Your liver is much younger than you think

Your liver is much younger than you think

The nuclear tests of the 1950s have spoken: our liver is not as old as one might think.

In the mammals that we are, the liver very briefly fulfills the role of a purifying plant. It is he who has the difficult task of purging our fluids of compounds that may pose a threat to the delicate balance of the body. By definition, it is on the front line and particularly exposed to these elements.

However, if you can read these lines, it is because your liver continues to function despite these blows. To achieve this, evolution has endowed our liver with a remarkable and still relatively little-known feature: it is the only internal organ capable of spontaneously regenerating from existing tissue.

This mechanism is essential for our survival. However, it is now well established that the ability of cells to regenerate decreases with age. Therefore, researchers have tried to determine to what extent aging decreases the regenerative capacity of the liver. Unfortunately, the first studies of this type did not return frankly conclusive results when they were carried out on animals.

A team of researchers from the University of Dresden in Germany decided to skip this step and go directly to studying the human liver in vivo. This multidisciplinary group made up of biologists, physicists, mathematicians, and clinicians launched a study on different patients aged 20 to 84 years.

A study carried out thanks to old nuclear tests

The team of Dr. Bergmann, the lead author of the study, specializes in radiocarbon or carbon 14 datings. It is a slightly radioactive variant of carbon that is found almost everywhere in very small amounts, even in living things. And like all radioactive elements, this one gradually decays at a very precise rate. Based on this decay, the researchers can calculate the age of the substrate where this carbon molecule is found using a simple mathematical formula, even from a ridiculously small sample.

Is a technique that works wonders among geologists, paleontologists, and archaeologists; Carbon 14 dating is now an essential dating tool that allows you to determine the age of a fossil or other artifact with sometimes dizzying precision. The problem is that this disintegration is excessively slow; therefore, it is not supposed to be suitable for this type of study on living things. Well, almost, because the researchers were able to rely on an unexpected resource: open-air nuclear tests conducted in the 1950s.

These tests introduced a massive amount of carbon-14 into the Earth’s atmosphere. It works the same as standard carbon in biological terms. Naturally, it finished its course in the carbon cycle and by extension in living beings. Even if they were insignificant amounts that were not dangerous in themselves, all the cells formed at this time, therefore, present an abnormally high level of carbon-14.

Liver cells are only three years old on average

In 1963, these tests were officially prohibited by the decree of the United Nations. Since that date, the atmospheric level of carbon-14 has gradually fallen; a trend that has also been verified in living beings. is, therefore, a correlation that researchers can use to determine the age of cells based on their carbon-14 level. All that remained was to apply this technique to the liver cells of their patients.
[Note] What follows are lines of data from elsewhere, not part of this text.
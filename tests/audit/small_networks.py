"""Small random networks with everything that can go wrong in one, the same at every run."""

import random
from dataclasses import dataclass
from fractions import Fraction

import numpy as np
import pandas as pd

from dec.calculus.dataset import Dataset

Ends = list[tuple[int, int]]


@dataclass
class Case:
    """Parallel edges, self-loops, missing readings (sometimes all), isolated vertices and several parts occur.

    `numbers` holds supplies or held potentials by vertex; None where no such column is used.
    """

    n: int
    ends: Ends
    reading: dict[int, Fraction]
    sd: list[Fraction]
    chosen: list[int]
    numbers: dict[int, Fraction] | None
    net: Dataset

    @property
    def names(self) -> list[str]:
        return [f"v{v}" for v in self.chosen]


def parts(n: int, pairs: Ends) -> list[int]:
    """The lowest vertex that each vertex is joined with, by relabelling again and again."""
    label = list(range(n))
    for a, b in pairs:
        low, high = sorted((label[a], label[b]))
        label = [low if x == high else x for x in label]
    return label


def flow_case(seed: int, widest: int = 0) -> Case:
    """Vertices that are open (`chosen`), and in every second case supplies that closed parts can balance."""
    rng = random.Random(seed)
    n, ends, reading, sd, frame = _readings(rng, widest)
    opened = _some_vertices(rng, n)
    if rng.random() < 0.5:
        net = Dataset.from_frames(frame, pd.DataFrame({"id": [f"v{v}" for v in range(n)]}))
        return Case(n, ends, reading, sd, opened, None, net)
    supply = {v: Fraction(rng.randint(-50, 50), 10) for v in range(n)}
    label = parts(n, ends)
    for part in set(label):
        members = [v for v in range(n) if label[v] == part]
        if not set(members) & set(opened):
            supply[members[-1]] -= sum(supply[v] for v in members)
    given = {v: supply[v] for v in range(n) if rng.random() < 0.9}
    opened = sorted({*opened, *(set(range(n)) - set(given))})
    nodes = {"id": [f"v{v}" for v in range(n)], "supply": [decimal(given.get(v)) for v in range(n)]}
    return Case(n, ends, reading, sd, opened, given, Dataset.from_frames(frame, pd.DataFrame(nodes)))


def difference_case(seed: int, widest: int = 0) -> Case:
    """Vertices whose potential is held (`chosen`)."""
    rng = random.Random(seed)
    n, ends, reading, sd, frame = _readings(rng, widest)
    fixed = {v: Fraction(rng.randint(-1000, 1000), 10) for v in _some_vertices(rng, n)}
    nodes = {"id": [f"v{v}" for v in range(n)], "height": [decimal(fixed.get(v)) for v in range(n)]}
    return Case(n, ends, reading, sd, sorted(fixed), fixed, Dataset.from_frames(frame, pd.DataFrame(nodes)))


def decimal(number: Fraction | None) -> str:
    return "" if number is None else str(float(number))


def _some_vertices(rng: random.Random, n: int) -> list[int]:
    share = rng.choice([0.0, 0.3])
    return [v for v in range(n) if rng.random() < share]


def _readings(rng: random.Random, widest: int) -> tuple[int, Ends, dict[int, Fraction], list[Fraction], pd.DataFrame]:
    n, m = rng.randint(1, 7), rng.randint(1, 11)
    ends = [(rng.randrange(n), rng.randrange(n)) for _ in range(m)]
    missing = rng.choice([0.0, 0.2, 0.5, 1.0])
    texts = ["" if rng.random() < missing else str(rng.randint(-300, 300) / 10 ** rng.randint(0, 2)) for _ in ends]
    spans = [f"1e{rng.randint(-widest, 0)}" if widest else rng.choice(["0.25", "0.5", "1", "2"]) for _ in ends]
    tail, head = np.array(ends).T
    frame = pd.DataFrame({
        "id": [f"e{e}" for e in range(m)], "from": [f"v{v}" for v in tail], "to": [f"v{v}" for v in head],
        "y": texts, "sd": spans,
    })  # fmt: skip
    reading = {e: Fraction(text) for e, text in enumerate(texts) if text}
    return n, ends, reading, [Fraction(text) for text in spans], frame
Verdict: “It doesn’t matter if you’re 20 or 84, your liver stays in an average of three years”, explains Dr. Bergmann. This result demonstrates how precisely the cells of this vital organ are regulated by the body, and that this mechanism is maintained as the patient ages. And to understand this mechanism, we need to take a closer look at the age differences between these cells.

This three-year figure is just an average. Previous studies have already noted that some liver cells can live longer. These precise cells have the peculiarity of accumulating more and more DNA over time; unlike a standard cell, they “may carry four or eight sets of chromosomes, or even moreBermann explains.

And his team made an interesting discovery about these DNA-rich cells; it turns out that they can live up to ten times longer than others. “Typical cells turn over about once a year but can reside in the liver for up to ten years. Bergmann explains.

A path of research for the fight against cancer… and eternal life?

Another interesting point: the researchers also determined that these DNA-rich cells become more and more numerous with age. For researchers, this suggests the existence of a link with a protective mechanism which would prevent cells from accumulating too many harmful mutations.

And since every time such a mechanism comes up, it’s hard not to immediately think of the cancer, this serious disease caused directly by these mutations. “We need to determine if there are similar mechanisms in chronic liver diseases that can develop into cancersBermann explains.

This work is particularly promising because its scope extends far beyond liver cancer. As soon as we became interested in cell regeneration, we opened a pandora’s box containing a lot of ethical and scientific questions about the limits of human life. Such work will necessarily benefit many projects that will undoubtedly improve the lives of our elders… and, in the long term, will probably serve as the basis for projects such as Jeff Bezos’s, which has simply set itself a scientific task. force the elite to wage a ruthless war against aging (see our article).